Exploring the Feasibility and Sensitivity of Deep Reinforcement Learning Controlled Traffic Signals in Bidirectional Two-Lane Road Work Zones

Reconstruction of bidirectional two-lane roads typically necessitates closing one lane, with traffic signal control (TSC) implemented to prevent direct conflicts between opposing traffic flows. First, the effectiveness of 16 modified discrete and continuous deep reinforcement learning (DRL) algorithms from 4 categories (DQN, AC, PO, DDPG) was systematically investigated in virtual and real-world bidirectional two-lane road work zone scenarios by this study to explore inter-correlations between scenarios and DRL algorithms.
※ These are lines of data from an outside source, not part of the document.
import { existsSync, statSync } from 'node:fs';
import { dirname, extname, join, relative } from 'node:path';
import { Command } from 'commander';
import {
  type CoordinateSystem,
  coordinateColumns,
  inputError,
  quoted,
  type Recognition,
  type RecognizeOptions,
  readHead,
  recognitionText,
  recognizeLayout,
} from '../logs/index.js';
import { expectedZone, isTimeZone } from '../time/index.js';

interface LayoutFlags {
  readonly timeZone?: string;
  readonly coordinates?: string;
  readonly json?: boolean;
}

export function layoutCommand(done: (code: number) => void): Command {
  return new Command('layout')
    .description(
      'Recognise the layout of exported logs: print it for the study file, with the first rows as understood.',
    )
    .argument('<file...>', 'exported logs')
    .option('--time-zone <zone>', 'zone of times without an offset, such as Europe/Lisbon or +02:00')
    .option('--coordinates <system>', 'geographic, geocentric or the projection of plane coordinates')
    .option('--json', 'print the recognitions as JSON')
    .addHelpText(
      'after',
      '\nExit code: 0 every file is recognised and nothing is left to state, 1 something must be stated or a file is no log, 2 a mistake in the command or a missing file.',
    )
    .action(async (files: readonly string[], flags: LayoutFlags) => {
      const options = checkedOptions(flags);
      for (const file of files) requireFile(file);
      const recognitions: Recognition[] = [];
      for (const file of files) recognitions.push(recognizeLayout(await readHead(file), file, options));
      const texts = alike(recognitions, files).map(({ recognition, name }) =>
        recognitionText(recognition, name),
      );
      process.stdout.write(flags.json ? `${JSON.stringify(recognitions, null, 2)}\n` : texts.join('\n'));
      done(recognitions.every((found) => found.kind === 'recognized' && found.complete) ? 0 : 1);
    });
}

interface Answer {
  readonly recognition: Recognition;
  /** What the answer is about: a file, or how many files. */
  readonly name: string;
}

/** Files of one layout with the same questions get one answer, about a pattern that fits them. */
function alike(recognitions: readonly Recognition[], files: readonly string[]): Answer[] {
  const groups = new Map<string, number[]>();
  recognitions.forEach((recognition, k) => {
    const same =
      recognition.kind === 'recognized'
        ? JSON.stringify([
            recognition.layout,
            recognition.columns,
            recognition.coordinates,
            recognition.unsure.map(({ code, key }) => [code, key]),
          ])
        : `${k}`;
    groups.set(same, [...(groups.get(same) ?? []), k]);
  });
  return [...groups.values()].map((members) => {
    const [first] = members as [number];
    const recognition = recognitions[first]!;
    const name = files[first]!;
    if (recognition.kind === 'unrecognized') return { recognition, name };
    const own = members.map((k) => files[k]!);
    const pattern = own.length === 1 ? name : commonPattern(own);
    const file = besideStudyFile(pattern);
    const others = own.length === 1 ? '' : ` and ${own.length - 1} more of this layout`;
    return { recognition: { ...recognition, file }, name: `${name}${others}` };
  });
}

/** `logs/*.csv` for files of one folder and ending, else the first of them. */
function commonPattern(files: readonly string[]): string {
  const [first] = files as [string];
  const pattern = join(dirname(first), `*${extname(first)}`);
  const fits = files.every((file) => dirname(file) === dirname(first) && extname(file) === extname(first));
  return fits ? pattern : first;
}

/** A path as a study file in the folder of the log, or in one above it, would write it. */
function besideStudyFile(path: string): string {
  for (let folder = dirname(path); ; folder = dirname(folder)) {
    if (existsSync(join(folder, 'study.yaml'))) return relative(folder, path);
    if (folder === dirname(folder)) return path;
  }
}

function checkedOptions({ timeZone, coordinates }: LayoutFlags): RecognizeOptions {
  if (timeZone !== undefined && !isTimeZone(timeZone)) {
    throw inputError(
      'unknown-time-zone',
      `Expected as --time-zone ${expectedZone(timeZone)}, came ${quoted(timeZone)}. Correct it.`,
    );
  }
  if (coordinates !== undefined) checkCoordinates(coordinates);
  return { timeZone, coordinates };
}

function checkCoordinates(system: CoordinateSystem): void {
  try {
    coordinateColumns(system);
  } catch (error) {
    const reason = (error as Error).message.replace(/\.$/, '');
    throw inputError(
      'unknown-coordinates',
      `Expected "geographic", "geocentric" or a proj string as --coordinates, came ${quoted(system)}: ${reason}. Correct it.`,
    );
  }
}

function requireFile(file: string): void {
  const found = statSync(file, { throwIfNoEntry: false });
  if (found?.isFile()) return;
  throw inputError(
    'no-file',
    `Expected an exported log, came ${found === undefined ? 'a path that does not exist' : 'a folder'}. Name the file.`,
    { file },
  );
}
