import { withTenant, type Db, type Tenant, type Tx } from '@/db/client';
import { processors, shopProcessors, shops } from '@/db/schema/organisations';
import { memberships, users } from '@/db/schema/people';
import type { Ctx } from '@/lib/auth/context';
import type { Role, ShopRole } from '@/lib/auth/roles';
import { newId } from '@/lib/ids';

/** Noon of the day that every service test takes for today; nothing in the services asks a clock. */
export const TODAY = new Date('2026-06-17T12:00:00Z');

export interface World {
  db: Db;
  shopId: string;
  processorId: string;
  userId: string;
  /** Runs work in the shop as a person with the roles; commits. */
  as<T>(roles: readonly ShopRole[], work: (ctx: Ctx) => Promise<T>, now?: Date): Promise<T>;
  /** Runs work on the processor's side, as its person or (batchId given) as the link of that batch. */
  asProcessor<T>(work: (ctx: Ctx) => Promise<T>, batchId?: string, now?: Date): Promise<T>;
}

/**
 * A shop with one person and one processor, alone in the database's eyes: a fresh tenant per test.
 *
 * @param owner a connection as lotwright_owner, which row-level security does not bind.
 */
export async function makeWorld(db: Db, owner: Db): Promise<World> {
  const [shopId, processorId, userId, portalUserId] = [newId(), newId(), newId(), newId()];
  await owner.insert(shops).values({
    id: shopId,
    name: `Shop ${shopId.slice(-6)}`,
    zone: 'UTC',
    currency: 'USD',
    orderPrefix: 'TP',
    createdAt: TODAY,
  });
  await owner.insert(processors).values({
    id: processorId,
    name: `Processor ${processorId.slice(-6)}`,
    email: `desk-${processorId}@processor.test`,
    createdAt: TODAY,
  });
  await owner
    .insert(shopProcessors)
    .values({ shopId, processorId, contactEmail: `desk-${processorId}@processor.test`, createdAt: TODAY });
  await owner.insert(users).values([
    { id: userId, email: `person-${userId}@shop.test`, name: 'Test Person', createdAt: TODAY },
    {
      id: portalUserId,
      email: `person-${portalUserId}@processor.test`,
      name: 'Test Processor',
      createdAt: TODAY,
    },
  ]);
  await owner.insert(memberships).values([
    { userId, shopId, roles: ['lead', 'inspector', 'office', 'admin'], createdAt: TODAY },
    { userId: portalUserId, processorId, roles: ['processor'], createdAt: TODAY },
  ]);

  const within = <T>(tenant: Tenant, actor: Ctx['actor'], work: (ctx: Ctx) => Promise<T>, now: Date) =>
    withTenant(db, tenant, (tx: Tx) =>
      work({ tenant, actor, tx, now, requestId: newId(), address: '127.0.0.1' }),
    );

  return {
    db,
    shopId,
    processorId,
    userId,
    as: (roles, work, now = TODAY) =>
      within(
        { kind: 'shop', shopId, personId: userId },
        { kind: 'person', userId, name: 'Test Person', roles: roles as readonly Role[] },
        work,
        now,
      ),
    asProcessor: (work, batchId, now = TODAY) =>
      within(
        {
          kind: 'processor',
          processorId,
          batchId: batchId ?? null,
          personId: batchId === undefined ? portalUserId : null,
        },
        batchId === undefined
          ? { kind: 'person', userId: portalUserId, name: 'Test Processor', roles: ['processor'] }
          : { kind: 'link', linkId: newId(), name: 'Test Processor', roles: ['processor'] },
        work,
        now,
      ),
  };
}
Next, multiple sensitivity analyses, including the work zone length, average speed, and directional distribution factor, are conducted to explore the core mechanisms underlying the performance discrepancies of different algorithms. Results indicates that the discrete D3QN-PER-2s (Dueling Double Deep Q network that uses both prioritized experiences replay and double-step temporal difference methods) outperforms continuous DRL and baseline methods in both virtual and real-world scenarios. Overall, D3QN-PER-2s decreases about 68% of the average waiting time and 15 % of the CO₂ emission in three real-world scenarios, indicating the strong transferability of DRL methods. Additionally, with longer work zone distance, the better performances are observed in discrete methods. Last, the fundamental mechanisms underlying the performance divergences are explored. Furthermore, several scenario-specific traffic management approaches are suggested for implementation. These findings offer valuable guidance and insights into the development and implementation of DRL TSC in bidirectional two-lane road work zones.